Migration Guide: Moving Your Analytics from Data Lakes to OLAP for Faster Landing Page Insights
Move landing page analytics from data lakes to OLAP for sub-second insights. Step-by-step migration, ClickHouse tips, ETL patterns, and personalization playbook.
Stop waiting hours for landing page answers — get near-real-time insights with OLAP
If your product marketing team is still waiting for nightly jobs to finish before they can optimize a landing page, you’re losing visits, conversions, and momentum. This guide shows a practical, step-by-step migration from data lakes to an OLAP-first analytics stack (using ClickHouse as the example) so your team can run real-time reporting, fast A/B analysis, and on-the-fly personalization with sub-second query performance.
Why migrate to OLAP in 2026 (and why now)
In late 2025 and early 2026 the industry accelerated toward real-time analytics. ClickHouse’s continued growth and funding highlight a broader trend: teams want cost-efficient columnar stores that serve production analytics and personalization simultaneously. OLAP systems are optimized for fast, ad-hoc aggregations and efficient storage of high-cardinality event streams — exactly what landing page analytics require.
ClickHouse’s major funding rounds in 2025-2026 reflect the market demand for OLAP systems built for speed and scale.
Business outcomes you’ll get
- Reporting latency reduced from hours to seconds — run live dashboards and alert on dips in conversion.
- Faster experimentation cycles — analyze A/B tests in near-real-time and shorten launch windows.
- Operational personalization — serve features and eligibility from precomputed aggregates stored in OLAP.
- Lower BI costs — columnar compression and efficient storage reduce long-term query costs versus scanning raw lake files.
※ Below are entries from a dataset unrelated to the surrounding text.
def bokeh_head(info: dict) -> str:
    """BokehJS from the local installation, inline, when the record holds a Bokeh plot."""
    if not info.get("bokeh"):
        return ""
    from bokeh.resources import Resources

    components = ["bokeh", "bokeh-gl", "bokeh-widgets", "bokeh-tables"]
    if info.get("bokeh_mathjax"):
        components.append("bokeh-mathjax")
    return Resources(mode="inline", components=components).render_js()


# -- HTML -----------------------------------------------------------------------------------------


def _markdown(source: str) -> str:
    from nbconvert.filters.markdown_mistune import markdown2html_mistune

    from kit.record.latex import protect_math, restore_math

    text, pieces = protect_math(source)
    return restore_math(markdown2html_mistune(text), pieces)


def _latex(source: str) -> str:
    from kit.record.latex import latex_output_to_html

    return latex_output_to_html(source)


def _script(js: str) -> str:
    return js.replace("</script", "<\\/script").replace("</SCRIPT", "<\\/SCRIPT")


def _exporter():
    from nbconvert.exporters import TemplateExporter
    from traitlets.config import Config

    class RecordExporter(TemplateExporter):
        """nbconvert exporter for the ``rotorbook`` template (extends nbconvert's ``base``)."""

        export_from_notebook = None
        output_mimetype = "text/html"

        def _file_extension_default(self):
            return ".html"

        def _template_name_default(self):
            return TEMPLATE_NAME

    config = Config({
        "NbConvertBase": {"display_data_priority": DISPLAY_PRIORITY},
        "TemplateExporter": {"exclude_input_prompt": True, "exclude_output_prompt": True},
    })
    exp = RecordExporter(config=config, extra_template_basedirs=[str(TEMPLATE_DIR)])
    exp.register_filter("rb_markdown", _markdown)
    exp.register_filter("rb_latex", _latex)
    exp.register_filter("rb_script", _script)
    exp.register_filter("rb_checks", format_checks)
    return exp


def render_record(nb, *, design, workbook: str, date: str, failure: _ex.CellFailure | None,
                  commit: str = "") -> tuple[str, list[dict]]:
    """The HTML record of an executed (and normalised) notebook; also its design checks."""
    from kit.workbook import check_rows, checks_table_html, matrix_html, verdict_html

    nb = nbformat.from_dict(json.loads(json.dumps(nb)))
    checks = collect_checks(nb)
    rows = check_rows(raw_checks(nb))
    info = prepare_outputs(nb, lift_checks=failure is None)
    context = {
        "workbook": workbook,
        "design": {
            "name": design.name, "revision": design.revision, "sha256": design.sha256,
            "file": Path(design.source).name if design.source else "",
            "prepared_by": design.prepared_by or "", "checked_by": design.checked_by or "",
            "notes": getattr(design, "notes", "") or "",
            # measured rotor data the coefficients were fitted from (file name, SHA-256)
            "stand_files": sorted({(f.file, f.sha256)
                                   for f in getattr(design, "rotor_fits", ())}),
        },
        # built by kit.workbook from this run's outputs, every string escaped there
        "verdict_html": verdict_html(rows) if failure is None else "",
        "matrix_html": matrix_html(rows) if failure is None else "",
        "table_html": checks_table_html(rows) if failure is None else "",
        "verdict": ("FAILED" if failure is not None else "none" if not rows
                    else "fail" if any(not r["passed"] for r in rows) else "pass"),
        "kit_version": kit.__version__,
        "git_commit": commit,
        "date": date,
        "failure": failure,
        "checks": checks,
        "checks_passed": sum(c["passed"] for c in checks),
        "cautions": CAUTIONS,
        "head_js": bokeh_head(info),
    }
    body, _ = _exporter().from_notebook_node(nb, resources={"rotorbook": context})
    return body, checks


def record_css(extra: str = "") -> str:
    """The records' stylesheet (``record.css`` of the template), with ``extra`` rules after."""
    return (TEMPLATE_DIR / TEMPLATE_NAME / "record.css").read_text(encoding="utf-8") + extra


def html_page(title: str, body: str, *, meta: Sequence[tuple[str, str]] = (), css: str = "",
              head_js: str = "") -> str:
    """One self-contained page in the records' look: the head every page of the kit shares
    (charset, viewport, generator, ``meta`` name/content pairs, title, the records'
    stylesheet plus ``css``, ``head_js``) and ``body`` inside ``<main>``.

    ``title`` is plain text (escaped here); ``body``, ``css`` and ``head_js`` are HTML, CSS and
    script the caller has escaped. Used by the index, the comparison record and the revision
    history (the notebook records share the stylesheet through their nbconvert template).
    """
    e = html.escape
    metas = "".join(f'<meta name="{e(k)}" content="{e(v)}">\n' for k, v in meta)
    return f"""<!DOCTYPE html>
<html lang="en">
<head>
<meta charset="utf-8">
<meta name="viewport" content="width=device-width, initial-scale=1">
<meta name="generator" content="rotorbook {e(kit.__version__)}">
{metas}<title>{e(title)}</title>
<style>
{record_css(css)}
</style>
{head_js}
</head>
<body>
<main>
{body}
</main>
</body>
</html>
"""


def sheet_header(kicker: str, title_html: str, rows: Sequence[tuple[str, ...]],
                 after_title: str = "") -> str:
    """The header block of a page: kicker, title, ``after_title`` (e.g. the verdict), then a
    table of (label, HTML value) or (label, HTML value, cell class) rows. ``kicker`` and the
    labels are plain text."""
    e = html.escape
    body = "\n".join(f"<tr><th>{e(r[0])}</th><td"
                     + (f' class="{e(r[2])}"' if len(r) > 2 else "") + f">{r[1]}</td></tr>"
                     for r in rows)
    return (f'<header class="rb-sheet-head">\n<div class="rb-kicker">{e(kicker)}</div>\n'
            f"<h1>{title_html}</h1>\n{after_title}"
            f'<table class="rb-meta">\n{body}\n</table>\n</header>')


def cautions_section(foot_html: str = "") -> str:
    """The cautions every page closes with, and an optional footnote (HTML)."""
    items = "".join(f"<li>{html.escape(c)}</li>" for c in CAUTIONS)
    return f'<section class="rb-cautions"><h2>Cautions</h2><ul>\n{items}\n</ul>{foot_html}' \
           "</section>"


def render_index(out_dir: Path, design, date: str, current: Sequence[WorkbookRecord]) -> str:
    """``index.html``: the records of this run, with their run status and design checks.

    Built from this run's results only (never from pages left in ``out_dir`` by another run).
    """
    rows = []
    for r in current:
        if not r.ok:
            status, checks = "FAILED", "not evaluated: the workbook failed"
        elif not r.checks_total:
            status, checks = "done", "no design checks"
        else:
            met = r.checks_total - r.checks_failed
            status = "done"
            checks = (f"PASS: all {r.checks_total} met" if not r.checks_failed
                      else f"FAIL: {r.checks_failed} of {r.checks_total} not met ({met} met)")
        rows.append((r.name, r.html_path.name, status, checks, r.checks_failed > 0 and r.ok))
    rows.sort(key=lambda r: r[0])
    e = html.escape
    from kit.analysis.htmltable import FAIL_COLOURS, PASS_COLOURS

    def style(bad: bool) -> str:
        fg, bg = FAIL_COLOURS if bad else PASS_COLOURS
        return f' style="color:{fg};background:{bg}"'

    body = "\n".join(
        f'<tr><td><a href="{e(href)}">{e(name)}</a></td>'
        f'<td><a href="{e(name)}.ipynb">{e(name)}.ipynb</a></td>'
        f'<td class="{"rb-fail" if status == "FAILED" else "rb-pass"}"'
        f'{style(status == "FAILED")}>'
        f'{"&#10007; FAILED" if status == "FAILED" else "&#10003; ran"}</td>'
        f'<td class="{"rb-fail" if bad else "rb-pass"}"{style(bad or status == "FAILED")}>'
        f"{e(checks)}</td></tr>"
        for name, href, status, checks, bad in rows
    )
    all_ok = all(r[2] != "FAILED" for r in rows)
    any_fail = any(r[4] for r in rows)
    if not all_ok:
        n = sum(r[2] == "FAILED" for r in rows)
        verdict = (f'<div class="rb-banner" role="alert"><strong>FAILED</strong> &#8212; {n} of '
                   f"{len(rows)} workbook(s) did not run to the end; their design checks are not "
                   "evaluated.</div>")
    elif any_fail:
        verdict = (f'<div class="rb-verdict"{style(True)}><b>&#10007; Verdict: FAIL</b> &#8212; '
                   "design checks not met in: " + ", ".join(e(r[0]) for r in rows if r[4])
                   + ".</div>")
    elif any(r[3] != "no design checks" for r in rows):
        verdict = (f'<div class="rb-verdict"{style(False)}><b>&#10003; Verdict: PASS</b> '
                   "&#8212; every design check met in every record.</div>")
    else:
        verdict = ""
    notes = getattr(design, "notes", "") or ""
    meta_rows = [("Revision", e(design.revision)),
                 ("Design file SHA-256", e(design.sha256), "rb-mono")]
    meta_rows += [("Notes", e(notes))] if notes else []
    meta_rows += [("Kit", f"rotorbook {e(kit.__version__)}"), ("Date (UTC)", e(date))]
    head = sheet_header("Rotorbook calculation records",
                        f'{e(design.name)} <span class="rb-rev">rev. {e(design.revision)}</span>',
                        meta_rows, after_title=f"{verdict}\n" if all_ok and verdict else "")
    page = f"""{verdict if not all_ok else ""}
{head}
<table class="rb-checks">
<thead><tr><th>Record</th><th>Executed notebook</th><th>Run</th><th>Design checks</th></tr></thead>
<tbody>
{body}
</tbody>
</table>
{cautions_section()}"""
    return html_page(f"Records \u2014 {design.name} rev. {design.revision}", page,
                     meta=[("rotorbook-status", "passed" if all_ok else "FAILED")])


def _record_meta(path: Path) -> tuple[str, str] | None:
    """(status, checks) from the meta tags of an existing record; None when it is not one."""
    import re

    try:
        head = path.read_text(encoding="utf-8", errors="replace")[:4000]
    except OSError:
        return None
    st = re.search(r'<meta name="rotorbook-status" content="(\w+)">', head)
    ck = re.search(r'<meta name="rotorbook-checks" content="(\d+)/(\d+)">', head)
    if not st:
        return None
    checks = f"{ck.group(1)} of {ck.group(2)} met" if ck and ck.group(2) != "0" else "none"
    return st.group(1), checks


# -- the two entry points -------------------------------------------------------------------------


def record_design(design, workbooks: Sequence[str] | None = None, out_dir: str | Path = "records",
                  force: bool = False, kernel_name: str | None = None, timeout: int = 600,
                  template_dir: str | Path | None = None, wait: bool = False) -> RecordResult:
    """Execute workbooks for one design and write their calculation records.

    Parameters
    ----------
    design : str or Path
        The TOML design file. It is validated first; a :class:`~kit.errors.DesignError` is
        raised before anything runs or is written.
    workbooks : list of str, optional
        Workbook names, with or without ``.ipynb``; default every template.
    out_dir : str or Path
        Folder for ``<workbook>.ipynb``, ``<workbook>.html`` and ``index.html``.
    force : bool
        Replace existing records; without it an existing one raises RecordError.
    kernel_name : str, optional
        An installed kernelspec; default a kernelspec for this interpreter.
    timeout : int
        Longest time one cell may run, in s.
    template_dir : str or Path, optional
        Folder of workbook templates; default ``workbooks/`` beside the kit.
    wait : bool
        Wait for another run writing into ``out_dir`` instead of failing at once (see
        :mod:`kit.record.staging`: one writer per folder, sets swapped in whole).

    Returns
    -------
    RecordResult
        ``ok`` is False when a workbook failed (its record is then marked FAILED).

    Raises
    ------
    DesignError
        The design file is invalid.
    RecordError
        Unknown workbook, a template without a ``parameters`` cell, an existing record without
        ``force``, a folder holding another design's records without ``force``, a folder
        another run is writing, a write failure (disk full, permission), or a kernelspec that
        is not installed.
    """
    from kit.design import load

    design_path = Path(design).resolve()
    d = load(design_path)
    chosen = select_workbooks(workbooks, list_workbooks(template_dir))
    out = Path(out_dir)
    templates = {}
    for name, path in chosen.items():
        nb = nbformat.read(path, as_version=4)
        try:
            _ex.parameters_index(nb)
        except RecordError as exc:
            raise RecordError(f"workbook {name!r}: {exc}") from None
        templates[name] = (path, nb)
    # one writer per folder; the set is written into a staging folder and swapped in whole
    with _ex.sigterm_unwinds(), RecordFolder(out, wait=wait) as folder:
        stage = folder.prepare(d, chosen, force)
        records = _record_set(stage, out, d, design_path, templates, kernel_name, timeout)
        folder.commit(d)
    return RecordResult(design_name=d.name, out_dir=out, index_path=out / "index.html",
                        records=tuple(records), notes=tuple(folder.notes))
High-level migration plan (4 phases)
Follow a phased approach that balances speed and risk: evaluate, pilot (streaming + historic backfill), expand, and optimize.
- Audit & goals — define KPIs, SLAs for freshness, retention, and query patterns.
- Pilot — build a streaming pipeline for new events + backfill historical data for a subset of traffic.
- Rollout — cut over ingestion, standardize schemas and catalog, switch reporting sources.
- Optimize & operationalize — compression, materialized views, monitoring, and personalization feature pipelines.
Phase 1 — Audit: decide what belongs in OLAP vs data lake
Not every dataset needs to move. Use this checklist to identify candidates for OLAP:
- Event streams used by marketers and product for dashboards, funnels, or experiments.
- Aggregates that need sub-minute freshness (conversion, drop-off, revenue per landing page).
- User feature aggregates for personalization (recent visits, last CTA clicked, signup recency).
- High-query, low-row cardinality lookups that benefit from columnar scan speed (e.g., UTM performance by campaign).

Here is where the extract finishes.